Они остановились в Баден-Бадене, одном из самых модных тогда оздоровительных курортов. Ах, эти сладостные, давно забытые хождения «по воду»! Утренняя прогулка к одному из множества лечебных источников. Наполнить хрустальный стаканчик живительным напитком. Медленно потягивать воду из его носика во время прогулки, пока не даст о себе знать результат, и стремглав домой. Днем собирались за общим столом, где завязывались знакомства и дружеские связи. Чуть позже променад на пятачке и концерт в «раковине», где водолечебный оркестр наигрывал попурри из венских опереток А вечером «reuniony»[19] в курзале или танцевальные вечера в курортном доме. Камилка все это время просидела в пансионате, уткнув нос в медицинские книги и отказываясь от участия в общей жизни. Получалось, что в свет мать выводила одну лишь Янину.
На вечерах в курзале соблюдалось строгое правило. Главный массовик, то есть maitre de ceremonie, подходил к даме, что старше, и просил у нее разрешения представить некоего господина, которому очень хочется познакомиться с обеими дамами. Если madame разрешала, молодой человек, в свою очередь, представившись, просил ее представить его mademoiselle. Лишь после соблюдения обязательных формальностей он мог претендовать на право потанцевать с девушкой. Все это проходило под прицелом внимательных взглядов других матерей, собиравшихся в зале, или их завистливых дочек. И смахивало на довольно сомнительное развлечение. Не доставляла большой радости и беседа с совершенно незнакомым человеком. Ни один из курортных партнеров по танцам так и не завладел сердцем моей будущей бабки.
Бедная Юлия! Камилка упрямо твердила, что не откажется от учебы, и было видно, не уступит. Янина жаловалась, что ей скучно. Третья дочка — Роза Хильсум — засыпала мать отчаянными письмами, моля о помощи. Ее муж потерпел какой-то финансовый крах в Амстердаме, им пришлось переехать в Париж под заботливое крыло тети Амалии Ситроен. Роза была несчастна. Хильсум изменял ей, скандалил и исчезал из дома. Она не могла пережить утраты первенца, любимого сына Гучо, несмотря на то, что на свет появились еще два мальчика: Рене и Люсьен. Не знала, что ей делать. Рвалась в Варшаву. Янину из Баден-Бадена отправили в Париж, пусть-ка сестры совместными усилиями попытаются преодолеть трудности. А Юлия с Камилкой вернулась в Варшаву, надеясь, что дома строптивая одумается.

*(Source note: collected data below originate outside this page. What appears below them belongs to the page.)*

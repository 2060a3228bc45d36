"""Amplified phase estimation: how many shots, at which depth, to measure one knob to a given σ.

The experiment: repeat the gate n times so a knob δ turns into a phase φ = n·a·δ (a = phase per
repetition per radian of the knob) and read it with Ramsey-type quadratures. Incoherent error
shrinks the fringe: visibility V = e^{-nΓ}, Γ the decay per repetition.

Cramér-Rao: one shot at the fringe's steepest point carries Fisher information (n a)² V² about δ,
so Var(δ̂) >= e^{2nΓ} / (m n² a²). Minimising over n gives n* = 1/Γ and Var_min = e² Γ² / (m a²)
(robust phase estimation with a depth ladder 1, 2, 4, …: Kimmel, Low, Yoder, PRA 92, 062315 (2015)).

Without knowing φ in advance the fringe is read in two quadratures, cos and sin, half the shots
each, and φ̂ = atan2(ŷ, x̂). By the delta method its variance is
(2 / (m V²)) (1 - 2 V² sin²φ cos²φ) / (n a)²: between one and two times the bound, twice at low
visibility. The planner counts shots for this estimator (the factor 2, the worst over φ).

Γ from the error model: the incoherent part of one repetition is replaced by the depolarizing
channel of the same process fidelity F (what a twirl or a randomised benchmark sees), whose
polarization p = (d² F - 1)/(d² - 1) multiplies every Bloch-vector component: Γ = -ln p
(Magesan, Gambetta, Emerson, PRL 106, 180504 (2011) for p and F).
"""

from __future__ import annotations

import dataclasses
import math
from dataclasses import dataclass

import numpy as np
import scipy.linalg

from budget.errors.noisy import NoisyCircuit, NoisyOperation
from budget.errors.fidelity import operation_process_fidelity
from budget.pauli_algebra import pauli_sum

QUADRATURE_FACTOR = 2.0
"""Shots of the two-quadrature estimator relative to the Cramér-Rao bound (the worst over φ)."""


def variance_bound(depth: int, gamma_per_rep: float, shots: float) -> float:
    """Cramér-Rao bound e^{2nΓ}/(m n²) on the variance of the per-repetition phase (rad²).

    >>> f"{variance_bound(1000, 1e-3, 1000):.6e}"
    '7.389056e-09'
    """
    if depth < 1 or shots <= 0 or gamma_per_rep < 0:
        raise ValueError(f"depth {depth}, shots {shots}, Γ {gamma_per_rep}: need depth >= 1, shots > 0, Γ >= 0")
    return math.exp(2 * depth * gamma_per_rep) / (shots * depth**2)


def minimum_variance(gamma_per_rep: float, shots: float) -> float:
    """e² Γ² / m, the bound at the optimal depth n* = 1/Γ (Γ > 0).

    >>> f"{minimum_variance(1e-3, 1000):.6e}"
    '7.389056e-09'
    """
    if gamma_per_rep <= 0 or shots <= 0:
        raise ValueError(f"Γ {gamma_per_rep}, shots {shots}: both must be positive")
    return math.e**2 * gamma_per_rep**2 / shots


def optimal_depth(gamma_per_rep: float, *, max_depth: int = 10_000) -> int:
    """The whole depth n >= 1 that minimises e^{2nΓ}/n² (n* = 1/Γ), at most ``max_depth``.

    Without decay (Γ = 0) deeper is always better and the cap applies.

    >>> optimal_depth(1e-3), optimal_depth(0.0, max_depth=500), optimal_depth(3.0)
    (1000, 500, 1)
    """
    if gamma_per_rep < 0 or not math.isfinite(gamma_per_rep):
        raise ValueError(f"Γ = {gamma_per_rep}: the decay per repetition must be a finite number >= 0")
    if gamma_per_rep == 0 or 1 / gamma_per_rep >= max_depth:
        return int(max_depth)
    low = max(1, math.floor(1 / gamma_per_rep))
    return min((low, low + 1), key=lambda n: 2 * n * gamma_per_rep - 2 * math.log(n))


def two_quadrature_variance(depth: int, gamma_per_rep: float, shots: float, phase_rad: float) -> float:
    """Delta-method variance of φ̂/n with φ̂ = atan2(ŷ, x̂), shots split between the quadratures.

    (2 / (m V²)) (1 - 2 V² sin²φ cos²φ) / n², V = e^{-nΓ}, φ the accumulated phase at depth n.
    """
    v2 = math.exp(-2 * depth * gamma_per_rep)
    s, c = math.sin(phase_rad), math.cos(phase_rad)
    return 2 / (shots * v2) * (1 - 2 * v2 * s * s * c * c) / depth**2


def shots_needed(sigma_rad: float, depth: int, gamma_per_rep: float, phase_per_rad: float) -> int:
    """Shots at ``depth`` (both quadratures together, an even number) for std(δ̂) <= ``sigma_rad``.

    m = 2 e^{2nΓ} / (n² a² σ²) (the two-quadrature estimator, worst over φ), rounded up.
    """
    if sigma_rad <= 0 or phase_per_rad <= 0:
        raise ValueError(f"σ = {sigma_rad} rad, a = {phase_per_rad}: both must be positive")
    m = QUADRATURE_FACTOR * math.exp(2 * depth * gamma_per_rep) / (depth * phase_per_rad * sigma_rad) ** 2
    return 2 * math.ceil(m / 2 * (1 - 1e-12))


def final_depth(
    sigma_rad: float, gamma_per_rep: float, phase_per_rad: float, *, max_depth: int = 10_000, min_shots: int = 200
) -> tuple[int, int]:
    """(depth, shots) of the last step of the ladder for std(δ̂) <= ``sigma_rad``.

    Normally n* = 1/Γ with :func:`shots_needed`. When that needs fewer than ``min_shots`` (a loose
    tolerance), stop instead at the shallowest depth that reaches σ with ``min_shots``: fewer
    repetitions, and a phase noise per step small enough to keep the 2π branch.

    >>> final_depth(1e-5, 1e-3, 1.0), final_depth(1e-3, 1e-3, 1.0)
    ((1000, 147782), (112, 200))
    """
    n = optimal_depth(gamma_per_rep, max_depth=max_depth)
    if shots_needed(sigma_rad, n, gamma_per_rep, phase_per_rad) >= min_shots:
        return n, shots_needed(sigma_rad, n, gamma_per_rep, phase_per_rad)
    low, high = 1, n  # e^{2nΓ}/n² falls for n < 1/Γ: bisect for the first depth that suffices
    while low < high:
        mid = (low + high) // 2
        if shots_needed(sigma_rad, mid, gamma_per_rep, phase_per_rad) <= min_shots:
            high = mid
        else:
            low = mid + 1
    return low, 2 * math.ceil(min_shots / 2)


def decay_per_repetition(nop: NoisyOperation) -> float:
    """Γ of repeating this operation: -ln p, p the polarization of its incoherent part.

    The incoherent part is the operation's channel with the coherent unitary removed (stochastic
    Pauli rates, depolarizing, T1/T2 during the gate); F is its process fidelity, exact from the
    Kraus operators, and p = (d² F - 1)/(d² - 1).
    """
    d = 2 ** len(nop.qubits)
    bare = dataclasses.replace(nop, coherent=np.eye(d, dtype=complex), hamiltonian={})
    p = (d * d * operation_process_fidelity(bare) - 1) / (d * d - 1)
    if p <= 0:
        return math.inf
    return max(0.0, -math.log(p))


def phase_per_radian(nop: NoisyOperation, knob: str) -> float:
    """a: phase gained per repetition per radian of ``knob`` when the gate is simply repeated.

    Repeating G e^{-iδK} n times gives G^n e^{-i n δ K_c} plus terms that stay bounded in n, with
    K_c the part of K that commutes with G (the elements of K between eigenvectors of G with equal
    eigenvalues; the eigenbasis from a complex Schur form, unitary even when eigenvalues repeat).
    The best probe state is an equal superposition of K_c's extreme eigenvectors, whose relative
    phase grows by a·δ per repetition with a = λ_max(K_c) - λ_min(K_c). a = 0 means repetition
    alone does not amplify the knob (e.g. an axis error on a π pulse is echoed away).
    """
    generator = nop.knob_generators.get(knob)
    if generator is None:
        raise KeyError(f"operation {nop.op.gate} on {nop.qubits} has no knob {knob!r}")
    k = pauli_sum(generator, len(nop.qubits))
    t, q = scipy.linalg.schur(np.asarray(nop.op.unitary(), dtype=complex), output="complex")
    eig = np.diag(t)
    same = np.abs(eig[:, None] - eig[None, :]) < 1e-9
    kc = np.where(same, q.conj().T @ k @ q, 0.0)
    w = np.linalg.eigvalsh((kc + kc.conj().T) / 2)
    gap = float(w[-1] - w[0])
    return gap if gap > 1e-12 else 0.0


@dataclass(frozen=True)
class Probe:
    """One site where a knob can be measured: the family's gate on these qubits."""

    qubits: tuple[str, ...]
    gamma_per_rep: float
    phase_per_rad: float
    duration_ns: float


def find_probes(circuit: NoisyCircuit) -> dict[tuple[str, str], tuple[Probe, ...]]:
    """(family, knob) -> one probe per distinct qubit tuple of the family (first operation there)."""
    out: dict[tuple[str, str], dict[tuple[int, ...], Probe]] = {}
    for layer in circuit.distinct_layers():
        for nop in layer.sites:
            for knob in nop.knob_generators:
                sites = out.setdefault((nop.family, knob), {})
                if nop.qubits not in sites:
                    sites[nop.qubits] = Probe(
                        tuple(circuit.qubits[q] for q in nop.qubits), decay_per_repetition(nop),
                        phase_per_radian(nop, knob), float(nop.duration_ns),
                    )
    return {label: tuple(sites.values()) for label, sites in out.items()}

Письмо родным в Варшаву от Амалии Ситроен
Мне не известно ничего конкретного о выходках Хильсума, однако они, видимо, были достаточно серьезны, раз тетка, арбитр в семейных спорах, настояла, чтобы Янина, которая не должна быть их свидетелем, жила у нее. Амалия чрезвычайно доброжелательно относилась к варшавской родне, несмотря на то, что ей самой в одиночку приходилось поднимать пятерых детей — ее муж в минуту нервного срыва покончил с собой.
Пребывание в доме Ситроен бабушка вспоминала с неизменным восторгом, уносясь в царившие там изысканность и достаток Ее водил тогда по Парижу самый младший сын Амалии — семнадцатилетний Андрэ. Как-то вместе они поехали в Версаль. При входе их предупредили, что залы для осмотра закрыты. Кузен, не колеблясь ни минуты, слегка приподнял котелок и произнес убедительно: «La presse»[20]. Их тотчас впустили. А у нее промелькнуло: «Ты, малый, далеко пойдешь!» И не ошиблась.
Тетка Амалия очень полюбила племянницу. Искренне заботилась о ней, водила в гости к друзьям, в знаменитые магазины мод, где приобретала ей много хороших одежд, по парижским музеям и выставкам. Уговаривала остаться в Париже. Обещала устроить ее будущее. Проблемы Розы отошли на второй план, когда Янина почувствовала, что открыла наконец свое подлинное призвание. Она увлеклась Лувром, художественными галереями, атмосферой Латинского квартала, где подружилась с учащимися в Париже поляками. Все — в Варшаву не возвращаться. Остается у тети. Запишется в Сорбонну на историю искусств.